Neon → Kwiz Quants Site Integration
Status: Design proposal Owner: Kwiz Quants Last updated: 2026-05-07
1. Goal
Surface live, auto-updating data from the Kwiz Quants Neon Postgres pipeline on quants.kwizresearch.com:
- Headline counters on the Strategy Library section of
index.qmd(combinations scanned, instruments covered, % surviving, etc.) reflect the current state of the pipeline rather than hand-edited numbers. - Strategy cards (“Lead-Lag Pairs”, “Cointegration Pairs”, etc.) carry a live status badge — how many strategies in that family are queued / running / completed / promoted — instead of the static In Pipeline label.
- Per-strategy “glimpse” cards / page sections for completed strategies show a high-level subset of the deep-dive: equity curve thumbnail, headline risk/return metrics, symbol + timeframe. Visitors can browse progress without ever seeing proprietary signal logic.
This is not a real-time trading dashboard and not a logged-in customer portal. It’s a public marketing surface that is honest about progress.
2. Constraints
| Constraint | Implication |
|---|---|
| Site is static Quarto, deployed to Firebase Hosting | No server-side rendering at request time. |
| Neon DB credentials must never ship to the client | No browser-side pg client; no JWT-with-DB-access pattern. |
| Numbers should be fresh (hours, not days) | A pure render-time snapshot is too stale unless we redeploy frequently. |
| Strategy signal logic, parameters, fold splits must stay private | Public payloads are pre-filtered server-side; no raw row dump. |
Existing Firebase project (fit-asset-476910-t5) already has Functions |
We can reuse content-dashboard/functions/ runtime for a Neon proxy. |
Quants R repo already has a clean Postgres adapter (R/utils/cloud_store.R) |
We can run an R-side exporter as the source of truth, not re-implement queries in Node. |
3. Source of Truth
From Kwiz Quants/R/utils/cloud_store.R and dashboard/app/logic/pipeline_queue.R:
pipeline_queue(Postgres in cloud mode):key,sym_tf_group,source(ma_cross/ll/corr/kalman/ …),timeframe,sharpe_priority,required_symbols,first_sym,second_sym,status(pending/claimed/done/failed/skipped),claimed_by,claimed_at,completed_at.strategy_index(Postgres, lightweight):key+ per-strategy metric columns updated by runners —total_return_pct,annualized_return_pct,max_drawdown_pct,sharpe_ratio,sortino_ratio,calmar_ratio,profit_factor,win_rate_pct,n_trades,avg_trade,expectancy,total_costs,last_updated.all_strategies_deduped.parquet(DuckDB-queryable, on disk in the Quants repo): the richer per-strategy metric store; not in Neon today.- Connection:
NEON_DATABASE_URL(withsslmode=require), viaRPostgres. Helperqueue_progress()already returns the exact totals we want for the headline counters.
Key point: the queue and the index are already in Neon. The expensive metrics live in parquet inside the Quants repo.
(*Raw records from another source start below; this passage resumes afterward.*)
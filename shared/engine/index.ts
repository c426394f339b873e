/**
 * Public API of the Overtone harmonic-channel engine. Import only from here.
 * Pure TypeScript: deterministic, no I/O. Frames, units and sources are stated on every export.
 */
export { ENGINE_VERSION } from './version'
export { EngineError } from './errors'
export type { EngineErrorCode, EngineErrorInit } from './errors'

export type { Vec3, Mat3 } from './linalg'
export type { CrystalSystem } from './data/generators'
export { POINT_GROUP_SYMBOLS, getPointGroup, closeGroup, normalizePointGroupSymbol } from './point-groups'
export type { PointGroup } from './point-groups'

export type { PermutationSymmetry } from './tensor-space'
export { transformTensor, indexLabel, flatIndex } from './tensor-space'
export { solveTensorForm, solveInvariantSubspace, MIN_ORDER, MAX_ORDER } from './tensor-forms'
export type { TensorForm, TensorFormOptions } from './tensor-forms'
export { toVoigt, formDMatrix, describeDMatrixEqualities, countNonZeroVoigt, voigtName } from './voigt'
export type { SymbolicEntry } from './voigt'

export { parseDirection, formatDirection } from './directions'
export type { DirectionInput } from './directions'
export { labFrame, rotateToSample } from './cut-rotation'
export type { CutOrientation } from './cut-rotation'
export { computeCylindricalContent } from './cylindrical-content'
export type { CylindricalContent } from './cylindrical-content'
export { computeMirrorParity, verticalMirror } from './mirror-parity'
export type { Parity } from './mirror-parity'
export { prepareSampleTensor, sampleParity } from './sample-tensor'
export type { SampleTensor, SampleTensorInput } from './sample-tensor'

export {
  shapeSymmetry,
  latticeSymmetry,
  deriveArraySymmetry,
  intersectStructures,
  rotateStructure,
  closeStructure,
  structureGroupName,
  normalizeMirror,
  generatedRotationOrder,
  checkStructureSymmetry,
  SHAPE_KINDS,
  LATTICE_KINDS,
} from './structure'
export type { StructureSymmetry, ShapeSpec, ShapeKind, LatticeSpec, LatticeKind } from './structure'
export { pumpProjections, pumpParity, describePump, describeCircularHandedness, isSameMirror, PUMP_TYPES } from './pump'
export type { PumpSpec, CircularHandedness } from './pump'
export { parsePump } from './pump-request'

export {
  sumProjections,
  findAllowedHarmonics,
  harmonicParity,
  findNormalEmission,
  findAllowedMultipoles,
} from './selection-rules'
export type { AllowedMInput, NormalEmission, Multipole } from './selection-rules'
export { describeCut, explainSample, explainRules } from './explain'
export { parseChannelRequest, CHANNEL_DEFAULTS } from './request'
export type { ChannelRequest } from './request'
export { computeChannels, evaluateChannels } from './channels'
export type { ChannelResponse, MirrorParityEntry } from './channels'
export { planFabrication } from './planner'
export type { PlanOption, WantedEmission } from './planner'
export { predictPolarPattern } from './polar-pattern'
export { clearEngineCaches } from './caches'
export type { PolarPoint } from './polar-pattern'
export {
  predictObliquePattern,
  obliqueFields,
  fresnelCrossing,
  fourierAmplitudes,
  significantOrders,
  FOURIER_SAMPLES,
} from './oblique-pattern'
export type { Complex, Detection, ObliqueGeometry, ObliqueFields, FresnelCrossing } from './oblique-pattern'
export {
  computePolar,
  evaluatePolar,
  parsePolarRequest,
  polarSampleTensor,
  polarAzimuths,
  POLAR_DEFAULTS,
} from './polar'
export type { PolarRequest, PolarResponse, PolarPatternPoint } from './polar'
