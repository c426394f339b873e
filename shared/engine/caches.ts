/**
 * The engine's caches, emptied in one call (tests compare cold and warm answers; the bench times
 * cold evaluations). Each cached thing has one {@link BoundedCache} in the module that makes it:
 * point groups by spelling (point-groups.ts), parameter spaces (tensor-space.ts), solved forms
 * (tensor-forms.ts), lab-frame samples with their parities and steps (sample-tensor.ts), and pump
 * facts, structure facts and rule 4's m (channels.ts).
 */
import { clearPointGroupCache } from './point-groups'
import { clearTensorFormCache } from './tensor-forms'
import { clearSampleTensorCache } from './sample-tensor'
import { clearChannelMemos } from './channels'

/** Empty every cache of the engine; `keepForms` keeps the solved forms (and the groups they were solved for). */
export function clearEngineCaches(options: { keepForms?: boolean } = {}): void {
  if (!options.keepForms) {
    clearTensorFormCache()
    clearPointGroupCache()
  }
  clearSampleTensorCache()
  clearChannelMemos()
}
The website integration must be designed around what’s actually in Neon and a thin “publisher” pattern for whatever else we want to expose.
4. What to Surface, and Where
4.1 sites/quants/index.qmd — Strategy Library counter strip
Replace the four hand-edited <div> counters (currently 52,248, 105, <1%, 6) with values from a single JSON artifact:
| Counter | Source |
|---|---|
| Combinations in pipeline | SELECT count(*) FROM pipeline_queue |
| Completed | ... WHERE status = 'done' |
| In progress | ... WHERE status = 'claimed' |
| Failed / skipped | ... WHERE status IN ('failed','skipped') |
| Pass rate (top tier) | count(strategy_index WHERE crs_tier='top') / count(done) once crs_tier is exported |
| Instruments covered | count(distinct first_sym) + pairs |
| Last updated | max(completed_at) |
The “6 robustness dimensions” figure is a constant about the methodology, not a DB count — keep it static.
4.2 Strategy cards (“Lead-Lag Pairs”, etc.)
Each card maps to a source value (ll, ma_cross, corr, kalman, …). For each card surface: - queued / in-progress / completed counts (status histogram, scoped by source), - a colored badge: Queued (only pending), Running (any claimed), Backtested (any done), or Validated (any with CRS ≥ gate, once exported).
4.3 New section: “Pipeline Progress — Recent Completions”
A horizontally-scrolling row of glimpse cards, one per recently done strategy: - Strategy family (source → human label). - sym_tf_group rendered as e.g. EURUSD · D1 or EURUSD/GBPUSD · H4. - Sharpe ratio, max drawdown, total return — to one decimal. - Equity curve thumbnail (~200×80 SVG/PNG sparkline, no axis labels). - “Completed 2 days ago” relative timestamp. - No entry/exit logic, no parameters, no fold-by-fold breakdown, no DSR / PBO numerics.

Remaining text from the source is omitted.